Saved entries
────
import { Link } from 'react-router-dom';
import { NoCollection } from '@/app/layout/no-collection';
import { useShell } from '@/app/layout/use-shell';
import { Notice } from '@/components/ui/notice';
import { Loading } from '@/components/ui/spinner';
import { AvailabilitySettings } from '@/features/availability/components/availability-settings';
import { useSalesSettings, useSalesSettingsChange } from '@/features/sales/api/sales-api';
import { SalesSettingsForm } from '@/features/sales/components/settings-form';
import { useTemperatureUnit } from '@/lib/preferences';

/** Money, tax, invoices' seller details, holds and the safe shipping range. */
export function SalesSettingsRoute() {
  const { collection } = useShell();
  if (!collection) return <NoCollection />;
  if (collection.role === 'helper')
    return <Notice tone="info" title="Sales are kept by the collection’s owner and keepers." />;
  return <Settings collectionId={collection.collectionId} />;
}

function Settings({ collectionId }: { collectionId: string }) {
  const settings = useSalesSettings(collectionId);
  const save = useSalesSettingsChange(collectionId);
  const [unit] = useTemperatureUnit();
  if (settings.isPending) return <Loading />;
  if (settings.isError) return <Notice tone="error" title={settings.error.message} />;
  return (
    <div className="flex flex-col gap-4">
      <Link
        to="/sales"
        className="inline-flex min-h-target items-center font-bold underline underline-offset-4"
      >
        ← Sales
      </Link>
      <h1 className="text-3xl font-extrabold">Sales settings</h1>
      <SalesSettingsForm
        key={settings.dataUpdatedAt}
        settings={settings.data}
        unit={unit}
        busy={save.isPending}
        error={save.error?.message ?? null}
        saved={save.isSuccess}
        onSubmit={(body) => save.mutate(body)}
      />
      <AvailabilitySettings collectionId={collectionId} />
    </div>
  );
}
────
#### Work instructions:
Every line above that has the string "font" needs to be copied.

#### Written answer:
        className="inline-flex min-h-target items-center font-bold underline underline-offset-4"
      <h1 className="text-3xl font-extrabold">Sales settings</h1>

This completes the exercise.